Blast charred walls have been repainted and bullet holes plastered over at the In Amenas gas plant, as Algeria tries to tempt foreign oil workers back to the Sahara.
But the black commemorative plaque listing 40 victims of Islamist militants there keeps the memory alive of the January attack that shook investors' faith in Algeria's oil and gas sector.
Officials at the Tiguentourine gas plant in Amenas point to tighter security, a new helicopter landing pad to allow safer transport and a permanent military presence.
"Helicopters patrol the area, and military are everywhere all around the site, even if they are not visible to you," an Algerian official said.

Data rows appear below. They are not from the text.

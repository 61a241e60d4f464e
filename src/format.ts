/**
 * Numbers for people to read (messages, printed tables, the report): `digits`
 * significant figures without trailing zeros, an exponent only for very small
 * or very large sizes. Display only: outputs that carry data stay unrounded.
 */
export function significant(x: number, digits: number): string {
  if (!Number.isFinite(x)) return String(x);
  const a = Math.abs(x);
  if (a !== 0 && (a < 1e-4 || a >= 1e9)) return Number(x.toPrecision(digits)).toExponential();
  return String(Number(x.toPrecision(digits)));
}

/** 1536 → "1.5 KiB"; used in messages only. */
export function formatBytes(n: number): string {
  if (n < 1024) return `${n} bytes`;
  const units = ['KiB', 'MiB', 'GiB', 'TiB'];
  let v = n / 1024;
  let i = 0;
  while (v >= 1024 && i < units.length - 1) {
    v /= 1024;
    i++;
  }
  return `${v.toFixed(1).replace(/\.0$/, '')} ${units[i]}`;
}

But Algeria has joined neighbouring Libya and Egypt, both caught up in political upheaval, as a tough sell to foreign energy firms. The region's cost to reward ratios is less appealing than elsewhere and Islamist militants threaten more attacks across North Africa.
The Maghreb has been shaken by instability since the 2011 Arab Spring revolts. Islamist militants tied to al Qaeda have gained ground, especially in the chaos of post-revolution Libya.
The Amenas attack was a surprise for Algeria, a top gas supplier to Europe, an oil-producing OPEC member and a U.S. ally in the fight against al Qaeda. Its security forces have years of experience battling Islamist militants.
A senior Algerian official at Amenas said the new security plan had been discussed with executives from BP and Statoil, partners in the plant, who said they need guarantees and a reinforced security presence before workers return.
The Norwegian company released a report last month saying it had missed a string of warning signs prior to the attack. The British oil major has said it was impossible to predict the attack.
The British ambassador to Algiers said in September that BP workers could return soon, without giving details. The company has said it would only support the return of contractors "if and when" it is satisfied with security.